Автор книг прозы «Блики памяти», «Взлёт произвёл», «На небе и на земле», «Крутые виражи», Полёт длиною в жизнь», «Взрослое моё детство»,   «Пушистые друзья».  Член Рижского Союза литераторов «СВЕТОЧ», член Союза писателей России.  Живёт в г. Риге.

                ДРАКОНОВО ДЕРЕВО               
                сказка внуку       
       Ох, внучок-внучок!  В стародавние времена  был я молодым,  здоровым  и ходил в моря на пиратском корабле.  Однажды, когда наше судно  обходило  мыс Горн (это страшное место слияния двух океанов),  где и в хорошую погоду вода неспокойна, нас застал шторм в двенадцать баллов.  Волны, высотой с многоэтажный дом, швыряли деревянное судёнышко,  как ореховую скорлупку.  Вверх-вниз, вверх-вниз.  Влево – на скалы,  вправо – со скал.  Шторм превратил в клочья  паруса, изорвал снасти и,  сломав  мачты, снёс в океан  с  палубы всё.  На корабле  чудом уцелел только штурвал.  Наш  рулевой  по фамилии Штыб привязал себя к обломку мачты (как можно крепче, дабы не смыла бешеная волна) и неимоверными усилиями молниеносно мелькающих рук старался вращением штурвала избежать удара о скалы.  Гигантские волны окатывали наше судёнышко,  корпус которого скрипел и трещал, и  каждую секунду думалось, что он не выдержит ударов и развалится на части.  От  качки, продолжавшейся несколько суток, у многих началась морская болезнь.  К тому же кончился запас пресной воды.  И вот парадокс (смех со слезами):  кругом океан воды (солёной воды), а всех мучила страшная жажда.  В трюмах  болтались 120 бочек солёной селёдки,  и не было ни капли влаги смочить губы, горло.

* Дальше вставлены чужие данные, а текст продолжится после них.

using System.Globalization;
using System.Text;
using LoadWatch.Days;
using LoadWatch.Findings;
using LoadWatch.Service.Configuration;
using LoadWatch.Service.Export;
using LoadWatch.Service.Pipeline;
using LoadWatch.Storage;
using NodaTime;

namespace LoadWatch.Service.Explain;

/// <summary>What a rule found of a person on a date with its evidence; where it found nothing, whether it looked.</summary>
public static class FindingExplanation
{
    /// <summary>Null where the person is unknown.</summary>
    /// <param name="rule">A name of the rule book.</param>
    /// <param name="date">Null: the last computed day.</param>
    public static string? Of(WorkingConfiguration configuration, StoreSession session, string person, string rule, LocalDate? date)
    {
        if (!configuration.People.TryGetValue(person, out var known))
        {
            return null;
        }

        var text = new StringBuilder();
        if ((date ?? LastDay.Of(session, known.Id)?.Date) is not { } on || session.Days.OfPerson(known.Id, on, on).Count == 0)
        {
            return $"{OneLine.Of(known.Name)}: nothing is computed for {(date is { } missing ? Words.Date(missing) : "any day yet")}.{Environment.NewLine}";
        }

        var found = session.Findings.OfPerson(known.Id, on, on).Where(finding => finding.Rule == rule).ToList();
        text.AppendLine(CultureInfo.InvariantCulture, $"{OneLine.Of(known.Name)}, {Words.Date(on)}, rule {rule}: {found.Count switch { 0 => "no finding", 1 => "1 finding", var more => $"{more} findings" }}");
        foreach (var finding in found)
        {
            Append(text, finding);
        }

        if (found.Count == 0)
        {
            text.AppendLine(CultureInfo.InvariantCulture, $"    {WhyNone(configuration, session, known, rule, on)}");
        }

        if (RuleBook.OfLoad.Any(one => one.Name == rule))
        {
            ReferenceExplanation.Append(text, known, configuration.GroupOf(known), TableBasis.Of(configuration, session), on);
        }

        if (rule == FallingCapacityRule.Word)
        {
            CriticalText.Append(text, configuration, session, known, on);
        }

        text.AppendLine(CultureInfo.InvariantCulture, $"    limits and basis: loadwatch rules {known.Id}");
        return text.ToString();
    }

    /// <summary>As a day shows it, too.</summary>
    public static void Append(StringBuilder text, Finding finding)
    {
        text.AppendLine(CultureInfo.InvariantCulture, $"finding {finding.Rule} ({Words.Of(finding.Severity)}): {OneLine.Of(finding.Text)}");
        AlertExplanation.Append(text, finding.Evidence);
    }

    private static string WhyNone(WorkingConfiguration configuration, StoreSession session, People.Person person, string rule, LocalDate on)
    {
        var limits = configuration.GroupOf(person).Limits;
        if (!RuleBook.All.First(one => one.Name == rule).LimitsOf(limits).Enabled)
        {
            return "the limits in force turn it off";
        }

        var quiet = NotWatched.Of(session.Days.OfPerson(person.Id, on.PlusDays(-LoadCalendar.LookBackDays), on), limits).FirstOrDefault(one => one.Rules.Contains(rule));
        return quiet?.Sentence(on) ?? "no limit passed, or too little is known for it: the day's coverage says so (explain without --rule)";
    }
}
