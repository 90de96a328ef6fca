using LoadWatch.Quality;
using LoadWatch.Recordings;
using NodaTime;

namespace LoadWatch.Activities;

/// <summary>A recording without what lies outside a window.</summary>
/// <param name="LeftOut">What was left out, one phrase each: <c>38 min after the planned session left out</c>; empty where nothing was.</param>
/// <param name="Cuts">The same as cuts: <see cref="CutReason.OutsidePlan"/>, shares of the time from the first moment to the last.</param>
public sealed record CutRecording(Recording Recording, IReadOnlyList<string> LeftOut, IReadOnlyList<Cut> Cuts)
{
    /// <summary>A recording of which nothing was left out.</summary>
    public static CutRecording Nothing(Recording recording) => new(recording, [], []);
}

/// <summary>Cuts a recording to the time of a planned session.</summary>
public static class RecordingCut
{
    /// <summary>
    /// Keeps samples, beats of their own and sets from <paramref name="from"/> to <paramref name="to"/>, both included, and the pauses that
    /// reach into it; undated samples go, sets without a time stay. Totals of the whole session are no longer right: elapsed time is
    /// counted again, distance is that between the readings, timer time is null; laps and lengths stay as recorded. The recording as it
    /// is where nothing lies outside, or nothing usable inside.
    /// </summary>
    public static CutRecording To(Recording recording, Instant from, Instant to)
    {
        ArgumentNullException.ThrowIfNull(recording);
        var moments = Moments(recording).ToList();
        var (early, late) = (moments.FindAll(time => time < from), moments.FindAll(time => time > to));
        if (early.Count + late.Count == 0)
        {
            return CutRecording.Nothing(recording);
        }

        var rest = Within(recording, from, to);
        return HoldsUsable(rest)
            ? new CutRecording(rest, [.. Phrase(early, from, "before"), .. Phrase(late, to, "after")], [.. OutsideCuts(recording, moments, from, to)])
            : CutRecording.Nothing(recording);
    }

    private static IEnumerable<Cut> OutsideCuts(Recording recording, List<Instant> moments, Instant from, Instant to)
    {
        var (first, last) = (moments.Min(), moments.Max());
        // A moment on an edge belongs to the session.
        var millisecond = Duration.FromMilliseconds(1);
        Stretch[] outside = [Outside(first, Instant.Min(from, last)), Outside(Instant.Max(to + millisecond, first), last + millisecond)];
        var whole = (last - first).TotalMilliseconds;
        return outside
            .Where(stretch => stretch.From < stretch.To)
            .Select(stretch => new Cut(
                null, CutReason.OutsidePlan, stretch, Rows(recording, stretch), stretch.To!.Value - stretch.From!.Value, Significant.Round((stretch.To.Value - stretch.From.Value) / whole)));
    }

    private static Stretch Outside(Instant start, Instant end) => new(start.ToUnixTimeMilliseconds(), end.ToUnixTimeMilliseconds());

    private static int Rows(Recording recording, Stretch stretch) =>
        recording.Gathered.Values.Append(recording.Samples).Max(series => series.Times.Count(time => time != SampleSeries.Undated && stretch.Holds(time)));

    private static IEnumerable<Instant> Moments(Recording recording) =>
    [
        .. new[] { recording.First, recording.Last }.OfType<Instant>(),
        .. recording.LateHeartRates.Select(beat => Instant.FromUnixTimeMilliseconds(beat.UnixMilliseconds)),
        .. recording.Sets.Select(set => set.Start).OfType<Instant>(),
    ];

    private static Recording Within(Recording recording, Instant from, Instant to)
    {
        var kept = recording with
        {
            Samples = Rows(recording.Samples, from.ToUnixTimeMilliseconds(), to.ToUnixTimeMilliseconds()),
            Gathered = recording.Gathered.ToDictionary(one => one.Key, one => Rows(one.Value, from.ToUnixTimeMilliseconds(), to.ToUnixTimeMilliseconds())),
            LateHeartRates = [.. recording.LateHeartRates.Where(beat => IsIn(Instant.FromUnixTimeMilliseconds(beat.UnixMilliseconds)))],
            Sets = [.. recording.Sets.Where(set => set.Start is not { } start || IsIn(start))],
            Pauses = [.. recording.Pauses.Where(pause => pause.Start <= to && !(pause.End < from)).Select(pause => Clipped(pause, from, to))],
            TimerSeconds = null,
        };
        var moments = Moments(kept).ToList();
        return moments.Count == 0 ? kept : kept with
        {
            Start = moments.Min(),
            ElapsedSeconds = (moments.Max() - moments.Min()).TotalSeconds,
            DistanceMetres = DistanceMetres(kept),
        };

        bool IsIn(Instant time) => time >= from && time <= to;
    }

    private static SampleSeries Rows(SampleSeries samples, long from, long to)
    {
        List<int> rows = [];
        for (var row = 0; row < samples.Count; row++)
        {
            if (samples.UnixMilliseconds[row] is var time and not SampleSeries.Undated && time >= from && time <= to)
            {
                rows.Add(row);
            }
        }

        return samples.Take(rows);
    }

    private static Pause Clipped(Pause pause, Instant from, Instant to) =>
        new(Instant.Max(pause.Start, from), pause.End is { } end ? Instant.Min(end, to) : null);

    /// <summary>The largest usable reading less the smallest: a running total may have begun before the window.</summary>
    private static double? DistanceMetres(Recording kept)
    {
        var readings = UsableSamples.Of(kept, Channel.Distance);
        return readings.Count > 0 && readings.Extremes() is var (smallest, largest) ? largest - smallest : null;
    }

    private static bool HoldsUsable(Recording rest) =>
        rest.Sets.Any(set => set.Active)
        || UsableSamples.ChannelsOf(rest).Any(channel => UsableSamples.Of(rest, channel).Count > 0);

    /// <summary>From the edge of the window to the furthest moment left out, minutes rounded up.</summary>
    private static IEnumerable<string> Phrase(List<Instant> leftOut, Instant edge, string side) => leftOut.Count == 0
        ? []
        : [$"{Minutes(side == "before" ? edge - leftOut.Min() : leftOut.Max() - edge)} min {side} the planned session left out"];

    private static long Minutes(Duration outside) => (long)Math.Ceiling(outside.TotalMinutes);
}
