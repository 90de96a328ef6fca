using LoadWatch.Service.Arrivals;
using LoadWatch.Service.Configuration;
using LoadWatch.Service.Tests.Pipeline;
using LoadWatch.Storage;
using LoadWatch.Storage.Archives;
using NodaTime;
using WorkingFolder = LoadWatch.Service.Tests.Pipeline.WorkingFolder;

namespace LoadWatch.Service.Tests.Arrivals;

public sealed class FileTakerTests : IDisposable
{
    private readonly WorkingFolder folder = new();

    public void Dispose() => folder.Dispose();

    /// <summary>Decoders that are not there stand for whatever goes wrong once the copy is made.</summary>
    [Fact]
    public void NoCopyIsLeftWhereSomethingGoesWrongBehindIt()
    {
        var path = folder.Put("anna/ride.fit", Some.Fit(Some.Yesterday), age: Duration.Zero);
        var configuration = ConfigurationReader.Read(folder.ConfigPath);
        var data = DataFolder.Open(folder.Data);
        var taker = new FileTaker(configuration, new Archive(data), null!, WorkingFolder.Now);

        Assert.Throws<NullReferenceException>(() => taker.Take(new FoundFile(configuration.Inboxes[0], "anna/ride.fit", path)));

        Assert.Empty(Directory.EnumerateFiles(data.IncomingPath));
    }
}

       И страх! Жуткий страх обуял нас от сознания того, что наша старенькая «Изольда», много лет носившая нас по морям и океанам, будет вдребезги разломана волнами или разбита о скалы. Потрескавшиеся от жажды губы беззвучно шептали молитвы, имена родных и любимых; перед воспалёнными глазами прощально лучились видения из лучших моментов жизни. Морская  болезнь, жажда и страх перед гибелью привели к тому, что кое-кто из нас,  измученных,  бледных,  шатающихся, забившихся в углы кают и трюмов, начали сходить с ума.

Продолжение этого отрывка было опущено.